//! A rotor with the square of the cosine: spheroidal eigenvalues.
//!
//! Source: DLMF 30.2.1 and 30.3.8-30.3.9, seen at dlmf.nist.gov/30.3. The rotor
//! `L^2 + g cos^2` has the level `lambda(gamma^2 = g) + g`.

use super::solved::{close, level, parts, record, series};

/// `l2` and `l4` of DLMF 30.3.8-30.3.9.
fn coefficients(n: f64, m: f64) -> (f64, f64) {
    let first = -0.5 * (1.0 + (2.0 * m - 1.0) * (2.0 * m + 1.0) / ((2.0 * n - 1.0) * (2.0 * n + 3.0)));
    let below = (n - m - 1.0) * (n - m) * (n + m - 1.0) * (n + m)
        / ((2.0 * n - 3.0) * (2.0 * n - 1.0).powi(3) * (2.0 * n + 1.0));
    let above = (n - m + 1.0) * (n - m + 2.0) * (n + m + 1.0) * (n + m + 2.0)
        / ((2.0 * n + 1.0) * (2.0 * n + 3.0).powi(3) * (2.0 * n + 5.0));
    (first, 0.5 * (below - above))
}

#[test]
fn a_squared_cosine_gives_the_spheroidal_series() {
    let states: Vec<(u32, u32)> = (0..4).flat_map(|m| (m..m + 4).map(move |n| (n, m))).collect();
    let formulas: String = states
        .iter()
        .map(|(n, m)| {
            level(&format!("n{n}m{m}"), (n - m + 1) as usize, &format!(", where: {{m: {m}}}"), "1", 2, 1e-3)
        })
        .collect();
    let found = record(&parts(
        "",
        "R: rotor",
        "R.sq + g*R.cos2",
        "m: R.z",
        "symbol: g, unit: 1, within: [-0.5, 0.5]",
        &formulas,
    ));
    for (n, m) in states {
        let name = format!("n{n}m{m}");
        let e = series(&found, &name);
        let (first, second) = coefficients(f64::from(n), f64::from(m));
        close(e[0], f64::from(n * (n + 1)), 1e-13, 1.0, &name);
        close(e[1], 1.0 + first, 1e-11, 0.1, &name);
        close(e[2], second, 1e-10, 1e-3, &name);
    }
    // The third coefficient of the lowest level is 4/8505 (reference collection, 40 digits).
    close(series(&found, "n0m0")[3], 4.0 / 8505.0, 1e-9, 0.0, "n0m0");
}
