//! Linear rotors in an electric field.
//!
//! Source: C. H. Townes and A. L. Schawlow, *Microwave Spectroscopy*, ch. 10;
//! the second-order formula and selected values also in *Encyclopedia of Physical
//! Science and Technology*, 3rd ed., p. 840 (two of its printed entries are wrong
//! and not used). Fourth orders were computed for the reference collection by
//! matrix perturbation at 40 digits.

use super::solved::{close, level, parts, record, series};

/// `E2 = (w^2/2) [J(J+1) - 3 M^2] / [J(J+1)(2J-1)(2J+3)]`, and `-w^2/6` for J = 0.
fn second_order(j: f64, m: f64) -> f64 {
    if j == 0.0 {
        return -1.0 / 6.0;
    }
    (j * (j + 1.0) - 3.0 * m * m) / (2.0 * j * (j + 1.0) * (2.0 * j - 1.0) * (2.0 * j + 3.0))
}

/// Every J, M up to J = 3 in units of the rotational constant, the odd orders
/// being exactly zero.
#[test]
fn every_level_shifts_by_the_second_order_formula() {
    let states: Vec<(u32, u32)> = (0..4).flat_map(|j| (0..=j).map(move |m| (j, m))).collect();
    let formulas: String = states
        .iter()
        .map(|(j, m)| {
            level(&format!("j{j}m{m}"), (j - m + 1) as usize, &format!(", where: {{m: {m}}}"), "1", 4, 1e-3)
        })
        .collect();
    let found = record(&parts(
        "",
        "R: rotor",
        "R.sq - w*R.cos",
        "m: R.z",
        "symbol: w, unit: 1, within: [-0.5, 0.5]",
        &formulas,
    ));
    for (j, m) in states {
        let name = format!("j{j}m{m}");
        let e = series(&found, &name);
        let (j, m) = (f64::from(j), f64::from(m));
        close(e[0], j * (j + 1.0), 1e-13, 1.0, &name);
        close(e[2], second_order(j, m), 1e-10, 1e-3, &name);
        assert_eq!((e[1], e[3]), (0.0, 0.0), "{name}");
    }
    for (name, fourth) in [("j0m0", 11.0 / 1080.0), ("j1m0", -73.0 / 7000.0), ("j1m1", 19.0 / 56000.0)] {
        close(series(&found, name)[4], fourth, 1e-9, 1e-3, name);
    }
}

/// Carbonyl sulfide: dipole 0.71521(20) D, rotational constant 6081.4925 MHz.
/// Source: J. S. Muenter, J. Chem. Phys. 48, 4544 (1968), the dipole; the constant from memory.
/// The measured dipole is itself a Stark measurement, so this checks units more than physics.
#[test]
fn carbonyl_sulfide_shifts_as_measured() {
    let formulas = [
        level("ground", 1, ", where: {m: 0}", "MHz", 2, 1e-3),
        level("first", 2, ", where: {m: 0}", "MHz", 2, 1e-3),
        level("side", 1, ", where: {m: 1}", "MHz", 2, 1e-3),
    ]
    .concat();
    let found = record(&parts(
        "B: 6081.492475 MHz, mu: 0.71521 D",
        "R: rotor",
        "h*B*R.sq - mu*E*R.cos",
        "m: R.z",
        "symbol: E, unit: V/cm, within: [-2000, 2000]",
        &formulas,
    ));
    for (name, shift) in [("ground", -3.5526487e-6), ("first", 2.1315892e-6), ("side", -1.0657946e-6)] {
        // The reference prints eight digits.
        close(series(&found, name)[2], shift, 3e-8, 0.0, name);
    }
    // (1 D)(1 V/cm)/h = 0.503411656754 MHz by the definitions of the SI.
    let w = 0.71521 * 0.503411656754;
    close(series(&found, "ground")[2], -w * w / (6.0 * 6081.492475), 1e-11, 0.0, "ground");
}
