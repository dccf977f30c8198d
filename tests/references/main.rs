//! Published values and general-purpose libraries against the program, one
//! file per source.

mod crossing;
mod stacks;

++++++

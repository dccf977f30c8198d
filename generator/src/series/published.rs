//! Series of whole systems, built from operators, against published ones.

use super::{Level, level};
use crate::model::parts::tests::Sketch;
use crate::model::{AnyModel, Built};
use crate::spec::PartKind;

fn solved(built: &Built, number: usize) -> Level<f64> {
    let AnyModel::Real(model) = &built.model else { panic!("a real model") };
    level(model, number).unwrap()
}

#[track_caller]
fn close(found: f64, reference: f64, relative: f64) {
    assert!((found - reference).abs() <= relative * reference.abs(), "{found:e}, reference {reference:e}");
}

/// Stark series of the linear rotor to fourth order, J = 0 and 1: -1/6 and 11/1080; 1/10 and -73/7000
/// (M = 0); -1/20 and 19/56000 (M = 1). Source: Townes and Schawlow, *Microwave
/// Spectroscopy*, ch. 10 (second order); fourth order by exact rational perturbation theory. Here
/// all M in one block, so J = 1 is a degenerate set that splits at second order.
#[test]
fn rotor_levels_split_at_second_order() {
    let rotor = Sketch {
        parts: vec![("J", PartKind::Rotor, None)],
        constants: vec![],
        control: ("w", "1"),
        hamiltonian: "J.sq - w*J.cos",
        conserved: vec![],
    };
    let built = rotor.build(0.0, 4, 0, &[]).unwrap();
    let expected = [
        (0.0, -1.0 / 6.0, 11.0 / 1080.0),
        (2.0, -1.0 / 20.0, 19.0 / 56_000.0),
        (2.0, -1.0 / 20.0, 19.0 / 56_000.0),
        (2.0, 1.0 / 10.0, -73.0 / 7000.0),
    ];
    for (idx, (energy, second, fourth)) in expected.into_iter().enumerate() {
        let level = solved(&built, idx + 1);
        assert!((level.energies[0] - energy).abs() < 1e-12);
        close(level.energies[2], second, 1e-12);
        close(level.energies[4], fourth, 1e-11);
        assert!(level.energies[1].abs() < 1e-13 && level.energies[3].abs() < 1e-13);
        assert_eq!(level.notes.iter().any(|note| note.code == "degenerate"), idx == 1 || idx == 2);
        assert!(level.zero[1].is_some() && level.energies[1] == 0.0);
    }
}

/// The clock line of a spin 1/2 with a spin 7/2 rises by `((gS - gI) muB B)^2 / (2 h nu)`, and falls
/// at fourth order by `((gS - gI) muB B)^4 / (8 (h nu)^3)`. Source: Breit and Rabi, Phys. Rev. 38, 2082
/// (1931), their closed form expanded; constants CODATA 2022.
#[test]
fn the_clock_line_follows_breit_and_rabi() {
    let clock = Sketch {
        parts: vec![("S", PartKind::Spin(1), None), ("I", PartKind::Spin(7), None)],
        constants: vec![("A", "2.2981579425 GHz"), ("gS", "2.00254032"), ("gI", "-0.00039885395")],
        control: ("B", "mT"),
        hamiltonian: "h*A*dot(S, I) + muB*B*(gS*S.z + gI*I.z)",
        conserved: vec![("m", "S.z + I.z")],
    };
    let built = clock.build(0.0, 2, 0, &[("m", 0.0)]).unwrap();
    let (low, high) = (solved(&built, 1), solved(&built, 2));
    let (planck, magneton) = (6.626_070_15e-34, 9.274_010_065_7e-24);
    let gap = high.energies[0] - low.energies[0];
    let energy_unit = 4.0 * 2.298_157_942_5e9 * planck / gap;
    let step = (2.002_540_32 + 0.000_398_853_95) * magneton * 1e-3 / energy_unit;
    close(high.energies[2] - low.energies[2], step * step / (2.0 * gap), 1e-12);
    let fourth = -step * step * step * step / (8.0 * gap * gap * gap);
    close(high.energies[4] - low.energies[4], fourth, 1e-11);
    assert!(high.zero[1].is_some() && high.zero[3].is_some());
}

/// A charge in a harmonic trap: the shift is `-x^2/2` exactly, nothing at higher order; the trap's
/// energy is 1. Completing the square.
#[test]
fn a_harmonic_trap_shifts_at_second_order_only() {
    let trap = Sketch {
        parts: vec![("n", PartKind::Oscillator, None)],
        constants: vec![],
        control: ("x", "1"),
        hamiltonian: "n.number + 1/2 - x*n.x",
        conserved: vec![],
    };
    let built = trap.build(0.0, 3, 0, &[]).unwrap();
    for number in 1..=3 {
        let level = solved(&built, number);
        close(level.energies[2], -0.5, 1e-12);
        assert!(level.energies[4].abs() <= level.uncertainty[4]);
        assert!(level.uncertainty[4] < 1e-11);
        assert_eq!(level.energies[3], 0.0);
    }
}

++++++

Your answer must consist solely of the lines above between the line holding "cosine: spheroidal eigenvalues." and the line holding "let below = (n", inclusive, copied exactly.

//! A rotor with the square of the cosine: spheroidal eigenvalues.
//!
//! Source: DLMF 30.2.1 and 30.3.8-30.3.9, seen at dlmf.nist.gov/30.3. The rotor
//! `L^2 + g cos^2` has the level `lambda(gamma^2 = g) + g`.

use super::solved::{close, level, parts, record, series};

/// `l2` and `l4` of DLMF 30.3.8-30.3.9.
fn coefficients(n: f64, m: f64) -> (f64, f64) {
    let first = -0.5 * (1.0 + (2.0 * m - 1.0) * (2.0 * m + 1.0) / ((2.0 * n - 1.0) * (2.0 * n + 3.0)));
    let below = (n - m - 1.0) * (n - m) * (n + m - 1.0) * (n + m)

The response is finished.